Oh what a lovely picture! I tried watercolor with ink a couple of times but didn't like the result. I had trouble figuring out what part of the picture should be ink.


----------



## Sorin (Jun 15, 2015)

*Nuther*

Its better the more effort you put into it. For these two, I'm experimenting with low-dollar possibilities cuz so few people will bust loose with the cash for th' GOOD stuff. I nearly refused to sign these. But I'll see what happens this shopping season. Hate doing crap.


----------



## TerryCurley (Jan 4, 2015)

I wish I could do as good as your crap.


----------



## FanKi (Apr 23, 2015)

Not even my best work is as good as your crap >.<

I do not think it's crap, they only are more simple, but they are not crap .-.


----------



## Sorin (Jun 15, 2015)

Glad you like them... But think about what it would be like to be able to do good work yet not have anyone who wanted it. Last time I pushed myself was nearly 40 years ago. A few times Disney gave chances with murals but they have time & money constraints too. Everything has a time & cost limit. Most projects are really cheap.

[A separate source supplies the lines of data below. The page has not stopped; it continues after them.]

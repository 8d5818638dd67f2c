import { useQuery } from '@tanstack/react-query';
import { ArrowRight, Upload } from 'lucide-react';
import type { ReactNode } from 'react';
import { PageHead } from '#src/components/layout/page-head.tsx';
import { LinkButton } from '#src/components/ui/button.tsx';
import { Chip } from '#src/components/ui/chip.tsx';
import { Loading } from '#src/components/ui/loading.tsx';
import { Problem } from '#src/components/ui/problem.tsx';
import { overviewQuery } from '#src/lib/deposit-queries.ts';
import { STAGE_NAMES, stagePath } from '#src/lib/stages.ts';
import { useDeposit } from '#src/lib/use-deposit.ts';
import { MetresPlate } from './metres-plate.tsx';
import { GradesPlate, LatelyPlate, WaitingPlate } from './overview-plates.tsx';

/** The deposit at a glance: how far, what waits, what is found. `plan` is the plate with the map. */
export function DepositOverview({ plan }: { plan?: ReactNode }) {
  const deposit = useDeposit();
  const { data: overview, error, refetch } = useQuery(overviewQuery(deposit.id));
  const next = overview?.waiting.find(({ stage }) => stage !== 'deposit');
  const isBare = overview !== undefined && overview.totalMetres <= 0;
  return (
    <>
      <PageHead
        title={deposit.name}
        finding={overview?.finding}
        chips={deposit.isDemo && <Chip tone="note">demonstration, invented data</Chip>}
        actions={
          <>
            <LinkButton
              to={stagePath(deposit.id, 'intake')}
              icon={Upload}
              kind={isBare ? 'main' : 'plain'}
            >
              Bring in files
            </LinkButton>
            {next && !isBare && (
              <LinkButton to={stagePath(deposit.id, next.stage)} kind="main" icon={ArrowRight}>
                Go to {STAGE_NAMES[next.stage]}
              </LinkButton>
            )}
          </>
        }
      />
      {error && !overview && (
        <Problem error={error} action={{ label: 'Try again', run: () => void refetch() }} />
      )}
      {!overview && !error && <Loading label="Reading the overview" />}
      {overview && (
        <div className="grid gap-3 lg:grid-cols-[minmax(0,1fr)_326px] xl:grid-cols-[minmax(0,1fr)_460px]">
          <div className="flex min-w-0 flex-col gap-3">
            <div className="max-md:order-2">
              <MetresPlate overview={overview} />
            </div>
            <div className="grid min-w-0 flex-1 gap-3 max-md:contents lg:grid-cols-[minmax(0,1fr)_minmax(0,1.060fr)]">
              <WaitingPlate
                waiting={overview.waiting}
                depositId={deposit.id}
                className="max-md:order-1"
              />
              <LatelyPlate lately={overview.lately} className="max-md:order-4" />
            </div>
          </div>
          <div className="flex min-w-0 flex-col gap-3">
            {plan}
            <GradesPlate grades={overview.grades} className="flex-1" />
          </div>
        </div>
      )}
    </>
  );
}
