import type { Overview } from '#contract/deposits.ts';
import { Empty } from '#src/components/ui/empty.tsx';
import { Plate } from '#src/components/ui/plate.tsx';
import { cx } from '#src/lib/cx.ts';
import { formatCount, formatMetres } from '#src/lib/format.ts';
import { notchStep, rulerOf, type Ruler } from '../ruler.ts';

/** How far the drilled metres have come, each step a run of core under one ruler. */
export function MetresPlate({ overview }: { overview: Overview }) {
  const { totalMetres, metres } = overview;
  const step = notchStep(totalMetres);
  if (totalMetres <= 0) {
    return (
      <Plate title="How far the metres have come">
        <Empty>
          Each step of the job is drawn here as a run of core against the metres drilled. Collars,
          surveys and assays come first.
        </Empty>
      </Plate>
    );
  }
  return (
    <Plate
      title="How far the metres have come"
      qualifier={
        <span className="max-md:hidden">
          each run is the whole deposit; notches every {formatCount(step)} m
        </span>
      }
    >
      <div className="grid grid-cols-[auto_minmax(0,1fr)_auto] items-center gap-x-2 gap-y-[7px] pb-1 text-caption md:grid-cols-[auto_minmax(0,1fr)_auto_auto]">
        <RulerLine ruler={rulerOf(totalMetres)} />
        {metres.map((run) => (
          <MetresLine key={run.label} run={run} total={totalMetres} step={step} />
        ))}
      </div>
    </Plate>
  );
}

function RulerLine({ ruler }: { ruler: Ruler }) {
  return (
    <div aria-hidden className="relative col-start-2 h-3.5">
      {ruler.minor.map((share) => (
        <span
          key={share}
          className="absolute bottom-0 h-[5px] w-px bg-rule-firm"
          style={{ left: `${share * 100}%` }}
        />
      ))}
      {ruler.major.map(({ share, label }) => (
        <span
          key={share}
          className="absolute bottom-0 h-2.5 border-l border-rule-firm pl-[3px] text-tick leading-[9px] text-ink-3"
          style={{ left: `${share * 100}%` }}
        >
          {share < 0.96 && label}
        </span>
      ))}
    </div>
  );
}

interface LineProps {
  run: Overview['metres'][number];
  total: number;
  step: number;
}

function MetresLine({ run, total, step }: LineProps) {
  const { label, metres, note, isStale } = run;
  const share = Math.min(1, metres / total);
  const notches = Array.from(
    { length: Math.ceil(metres / step) - 1 },
    (_, index) => ((index + 1) * step) / total,
  );
  return (
    <>
      <span className="col-start-1 text-right text-ink-2">{label}</span>
      <div
        className="h-4 rounded-1 border border-trough-deep bg-trough py-px"
        role="img"
        aria-label={`${label}: ${formatMetres(metres)} of ${formatMetres(total)}${isStale ? ', stale' : ''}${note ? `, ${note}` : ''}`}
      >
        <div className="relative h-full">
          <span
            className={cx('block h-full', isStale ? 'hatch bg-sheet' : 'bg-ink-3')}
            style={{ width: `${share * 100}%` }}
          />
          {notches.map((notch) => (
            <span
              key={notch}
              className="absolute inset-y-0 w-[1.5px] -translate-x-1/2 bg-trough"
              style={{ left: `${notch * 100}%` }}
            />
          ))}
        </div>
      </div>
      <span aria-hidden className="font-semibold whitespace-nowrap">
        {formatMetres(metres)}
      </span>
      <span aria-hidden className="min-w-24 whitespace-nowrap text-tick text-ink-3 max-md:hidden">
        {note}
      </span>
    </>
  );
}
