import { keepPreviousData, queryOptions } from '@tanstack/react-query';
import { getUpload, listDemoFiles, listProblems, listRevisions, listUploads, previewRows, type FileMapping, type RowProblem } from '#contract/files.ts';
import { call } from '#src/lib/api-client.ts';
import { hasStatus } from '#src/lib/api-problem.ts';

export const uploadsQuery = (depositId: number) =>
  queryOptions({
    queryKey: ['deposits', depositId, 'uploads'],
    queryFn: ({ signal }) => call(listUploads, { params: { depositId } }, signal),
  });

export const uploadQuery = (depositId: number, uploadId: number) =>
  queryOptions({
    queryKey: ['deposits', depositId, 'uploads', uploadId],
    queryFn: ({ signal }) => call(getUpload, { params: { depositId, uploadId } }, signal),
  });

export const revisionsQuery = (depositId: number) =>
  queryOptions({
    queryKey: ['deposits', depositId, 'revisions'],
    queryFn: ({ signal }) => call(listRevisions, { params: { depositId } }, signal),
  });

const PREVIEW_ROWS = 100;

/** The first rows as a mapping reads them; the collars in force decide which holes are known. */
export const previewQuery = (depositId: number, uploadId: number, mapping: FileMapping, collarRevision: number | null) =>
  queryOptions({
    queryKey: ['deposits', depositId, 'upload-preview', uploadId, collarRevision, mapping],
    queryFn: ({ signal }) => call(previewRows, { params: { depositId, uploadId }, body: { mapping, rows: PREVIEW_ROWS } }, signal),
    placeholderData: keepPreviousData,
    staleTime: Infinity,
    gcTime: 60_000,
  });

export const PROBLEMS_A_PAGE = 100;

export interface ProblemFilter {
  page: number;
  severity?: RowProblem['severity'];
  code?: string;
}

export const problemsQuery = (depositId: number, uploadId: number, filter: ProblemFilter) =>
  queryOptions({
    queryKey: ['deposits', depositId, 'uploads', uploadId, 'problems', filter],
    queryFn: ({ signal }) => call(listProblems, { params: { depositId, uploadId }, query: { ...filter, pageSize: PROBLEMS_A_PAGE } }, signal),
    placeholderData: keepPreviousData,
  });

/** Demonstration tables; none on an instance that has no demonstration. */
export const demoFilesQuery = () =>
  queryOptions({
    queryKey: ['demo-files'],
    queryFn: ({ signal }) =>
      call(listDemoFiles, {}, signal).catch((error: unknown) => {
        if (hasStatus(error, 404)) return [];
        throw error;
      }),
    staleTime: Infinity,
  });
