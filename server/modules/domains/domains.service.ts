import type { Knex } from 'knex';
import type { Domain, DomainBody, DomainEvidence, DomainList } from '#contract/domains.ts';
import type { JobStarted } from '#contract/jobs.ts';
import type { Grouping } from '#contract/groupings.ts';
import { transact } from '#server/db/transact.ts';
import type { Actor } from '#server/lib/actor.ts';
import { AppError, orNotFound, staleVersion } from '#server/lib/errors.ts';
import type { AnalysisDeps } from '#server/modules/components/components.service.ts';
import type { GroupingsService } from '#server/modules/groupings/groupings.service.ts';
import { domainsRepository, labelsOf, type DomainRow } from './domains.repository.ts';
import { evidenceRepository } from './evidence.repository.ts';

export function createDomains({ db, clock, jobs, record, snapshots }: AnalysisDeps, groupings: GroupingsService) {
  const repository = domainsRepository(db);
  const evidence = evidenceRepository(db);

  const get = async (depositId: number, domainId: number): Promise<Domain> =>
    orNotFound(await repository.find(depositId, domainId, await snapshots.currentId(depositId)), 'domain');

  async function activeGrouping(depositId: number): Promise<Grouping> {
    const grouping = await groupings.active(depositId);
    if (!grouping) throw new AppError(409, 'no-grouping', 'Candidate domains stand on a grouping: run Groups first.');
    return grouping;
  }

  /** One code, one place: a code is used once, a group belongs to one domain. */
  function checkBody(body: DomainBody, grouping: Grouping, standing: readonly DomainRow[], ownId: number | null): void {
    const others = standing.filter(({ id }) => id !== ownId);
    const field = (path: string, message: string) => ({ fields: [{ path: `body.${path}`, message }] });
    const sameCode = others.find(({ code }) => code === body.code);
    if (sameCode) throw new AppError(409, 'code-taken', `Code ${body.code} is “${sameCode.name}”; expected a code of its own.`, field('code', `is “${sameCode.name}” already`));
    const known = new Set(grouping.groups.map(({ label }) => label));
    const unknown = body.groupLabels.filter((label) => !known.has(label));
    if (unknown.length > 0) throw new AppError(400, 'unknown-group', `Expected groups 1 to ${grouping.k} of “${grouping.name}”, found ${unknown.join(', ')}.`, field('groupLabels', 'expected groups of the grouping in use'));
    for (const label of body.groupLabels) {
      const owner = others.find((row) => labelsOf(row).includes(label));
      const name = grouping.groups.find((group) => group.label === label)?.name ?? String(label);
      if (owner) throw new AppError(409, 'group-taken', `${name} is in domain ${owner.code} already: an interval has one code.`, field('groupLabels', `${name} is in ${owner.code}`));
    }
  }

  const columnsOf = (body: DomainBody) => ({ code: body.code, name: body.name, rationale: body.rationale, slot: body.slot, group_labels: JSON.stringify([...body.groupLabels].sort((a, b) => a - b)) });

  async function change(depositId: number, domainId: number, expectedVersion: number, write: (trx: Knex.Transaction, row: DomainRow) => Promise<void>): Promise<void> {
    await transact(db, async (trx) => {
      const row = await domainsRepository(trx).row(depositId, domainId);
      const found = orNotFound(row?.deleted_at === null ? row : null, 'domain');
      if (found.version !== expectedVersion) throw staleVersion(found.version);
      await write(trx, found);
    });
  }

  return {
    get,

    async list(depositId: number): Promise<DomainList> {
      const [grouping, domains] = await Promise.all([groupings.active(depositId), repository.list(depositId, await snapshots.currentId(depositId))]);
      // What the domains cover is counted in the tables they stand on, which may not be the newest.
      const snapshot = await (grouping ? snapshots.find(depositId, grouping.snapshotId) : snapshots.latest(depositId));
      const total = totalsOf(grouping, snapshot);
      const coded = domains.reduce((sum, { intervals, metres }) => ({ intervals: sum.intervals + intervals, metres: sum.metres + metres }), { intervals: 0, metres: 0 });
      const unassigned = { intervals: total.intervals - coded.intervals, metres: Math.max(0, total.metres - coded.metres) };
      return { groupingId: grouping?.id ?? null, domains, unassigned, total, isStale: grouping?.isStale ?? false };
    },

    async create(depositId: number, body: DomainBody, actor: Actor): Promise<Domain> {
      const grouping = await activeGrouping(depositId);
      const id = await transact(db, async (trx) => {
        checkBody(body, grouping, await domainsRepository(trx).standing(depositId), null);
        const at = clock().toISOString();
        const made = await domainsRepository(trx).insert({ ...columnsOf(body), deposit_id: depositId, created_by: actor.id, created_at: at, updated_at: at, deleted_at: null, grouping_id: grouping.id, version: 1 });
        await record.add(trx, { actor, depositId, action: 'domain.created', subject: `domain ${made}`, sentence: `${actor.name} accepted ${body.name} as candidate domain ${body.code}` });
        return made;
      });
      return get(depositId, id);
    },

    async update(depositId: number, domainId: number, body: DomainBody, expectedVersion: number, actor: Actor): Promise<Domain> {
      await get(depositId, domainId);
      const grouping = await activeGrouping(depositId);
      await change(depositId, domainId, expectedVersion, async (trx, row) => {
        checkBody(body, grouping, await domainsRepository(trx).standing(depositId), domainId);
        await domainsRepository(trx).update(domainId, { ...columnsOf(body), grouping_id: grouping.id, updated_at: clock().toISOString(), version: row.version + 1 });
        await record.add(trx, { actor, depositId, action: 'domain.changed', subject: `domain ${domainId}`, sentence: `${actor.name} changed candidate domain ${body.code}` });
      });
      return get(depositId, domainId);
    },

    async remove(depositId: number, domainId: number, expectedVersion: number, actor: Actor) {
      await change(depositId, domainId, expectedVersion, async (trx, row) => {
        await domainsRepository(trx).update(domainId, { deleted_at: clock().toISOString(), version: row.version + 1 });
        await record.add(trx, { actor, depositId, action: 'domain.taken-back', subject: `domain ${domainId}`, sentence: `${actor.name} took candidate domain ${row.code} back` });
      });
      return { done: true as const };
    },

    async restore(depositId: number, domainId: number, actor: Actor): Promise<Domain> {
      const row = orNotFound(await repository.row(depositId, domainId), 'domain');
      if (row.deleted_at === null) return get(depositId, domainId);
      const grouping = await activeGrouping(depositId);
      if (grouping.id !== row.grouping_id) throw new AppError(409, 'grouping-changed', 'This domain stood on a grouping that is no longer in use.');
      await transact(db, async (trx) => {
        checkBody({ code: row.code, name: row.name, rationale: row.rationale, slot: row.slot, groupLabels: labelsOf(row) }, grouping, await domainsRepository(trx).standing(depositId), domainId);
        await domainsRepository(trx).update(domainId, { deleted_at: null, updated_at: clock().toISOString(), version: row.version + 1 });
        await evidenceRepository(trx).carryOver(domainId, row.version - 1, row.version + 1);
        await record.add(trx, { actor, depositId, action: 'domain.restored', subject: `domain ${domainId}`, sentence: `${actor.name} restored candidate domain ${row.code}` });
      });
      return get(depositId, domainId);
    },

    async evidence(depositId: number, domainId: number): Promise<DomainEvidence | null> {
      const domain = await get(depositId, domainId);
      return evidence.find(domain);
    },

    async gatherEvidence(depositId: number, domainIds: readonly number[], actor: Actor): Promise<JobStarted> {
      const snapshot = await snapshots.ready(depositId);
      const grouping = await activeGrouping(depositId);
      if (grouping.snapshotId !== snapshot.id) throw new AppError(409, 'grouping-stale', `“${grouping.name}” stands on snapshot ${grouping.snapshotNumber}; group again on snapshot ${snapshot.number} first.`);
      const { domains } = await this.list(depositId);
      const wanted = domainIds.length === 0 ? domains.map(({ id }) => id) : domainIds;
      if (wanted.length === 0) throw new AppError(409, 'no-domains', 'Expected a candidate domain to gather evidence for, found none: accept a group first.');
      for (const id of wanted) orNotFound(domains.find((domain) => domain.id === id), 'domain');
      return { job: await jobs.enqueue({ depositId, kind: 'evidence', title: `Gather evidence for ${wanted.length} ${wanted.length === 1 ? 'domain' : 'domains'}`, params: { domainIds: wanted }, actor }) };
    },
  };
}
export type DomainsService = ReturnType<typeof createDomains>;

/** All intervals of the support in use: the metres that need one code each. */
function totalsOf(grouping: Grouping | null, snapshot: { rows: number; surfaceRows: number; metresAssayed: number } | null) {
  if (!snapshot) return { intervals: 0, metres: 0 };
  const isSurface = grouping ? grouping.support === 'surface' : snapshot.rows === snapshot.surfaceRows;
  return isSurface ? { intervals: snapshot.surfaceRows, metres: snapshot.surfaceRows } : { intervals: snapshot.rows - snapshot.surfaceRows, metres: snapshot.metresAssayed };
}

Now, to attempt widening of market, I'm having to do cheap & dirty, as I call it, far too much. A painting or two a day, fer cryin out loud. Yuck.
Anyway, if anyone gets sumthin of use from my ramblings on this forum, I'll get pleasure from you folks that I no longer get by producing. Kinda like having a buncha kids frolicking about!


----------



## TerryCurley (Jan 4, 2015)

I think this has historically been the case and definitely is the case right now.


----------